--- START ---

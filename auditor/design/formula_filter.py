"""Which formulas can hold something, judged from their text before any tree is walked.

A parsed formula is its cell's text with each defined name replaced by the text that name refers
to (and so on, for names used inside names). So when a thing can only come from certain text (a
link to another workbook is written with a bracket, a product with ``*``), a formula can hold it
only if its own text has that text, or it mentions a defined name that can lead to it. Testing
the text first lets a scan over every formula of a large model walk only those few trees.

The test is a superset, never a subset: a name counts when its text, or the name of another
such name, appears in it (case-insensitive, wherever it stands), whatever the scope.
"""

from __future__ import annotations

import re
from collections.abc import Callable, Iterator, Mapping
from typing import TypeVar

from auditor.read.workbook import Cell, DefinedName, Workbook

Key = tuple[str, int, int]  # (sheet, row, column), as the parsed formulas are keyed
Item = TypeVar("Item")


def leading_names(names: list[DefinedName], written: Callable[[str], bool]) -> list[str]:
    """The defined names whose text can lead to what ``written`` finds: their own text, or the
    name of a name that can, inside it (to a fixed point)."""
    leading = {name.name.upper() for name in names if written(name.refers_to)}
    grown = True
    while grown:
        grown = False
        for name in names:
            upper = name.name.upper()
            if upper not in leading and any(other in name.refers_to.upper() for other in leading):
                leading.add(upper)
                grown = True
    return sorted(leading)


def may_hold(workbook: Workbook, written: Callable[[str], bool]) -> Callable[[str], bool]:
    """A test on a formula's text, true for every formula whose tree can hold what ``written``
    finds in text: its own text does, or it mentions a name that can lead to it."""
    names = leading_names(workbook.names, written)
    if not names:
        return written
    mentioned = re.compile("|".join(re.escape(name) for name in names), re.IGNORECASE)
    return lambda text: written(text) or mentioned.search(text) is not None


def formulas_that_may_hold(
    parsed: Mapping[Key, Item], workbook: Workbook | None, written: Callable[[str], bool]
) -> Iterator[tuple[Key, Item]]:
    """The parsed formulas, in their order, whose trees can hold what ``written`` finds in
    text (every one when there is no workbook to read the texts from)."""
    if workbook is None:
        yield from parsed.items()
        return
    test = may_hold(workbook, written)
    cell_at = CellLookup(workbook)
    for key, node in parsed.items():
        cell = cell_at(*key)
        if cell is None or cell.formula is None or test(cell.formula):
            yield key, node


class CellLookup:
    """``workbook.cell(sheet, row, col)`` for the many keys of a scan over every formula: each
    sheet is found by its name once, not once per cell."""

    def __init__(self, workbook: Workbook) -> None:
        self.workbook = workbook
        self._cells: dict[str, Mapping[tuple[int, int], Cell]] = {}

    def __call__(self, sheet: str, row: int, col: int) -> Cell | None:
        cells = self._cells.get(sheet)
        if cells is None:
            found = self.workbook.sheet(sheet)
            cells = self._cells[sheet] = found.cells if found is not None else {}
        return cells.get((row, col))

--- END ---

■ The problem ■
Look through the listing, and copy each line in which the string "only" turns up.

■ Response ■
to (and so on, for names used inside names). So when a thing can only come from certain text (a
only if its own text has that text, or it mentions a defined name that can lead to it. Testing
the text first lets a scan over every formula of a large model walk only those few trees.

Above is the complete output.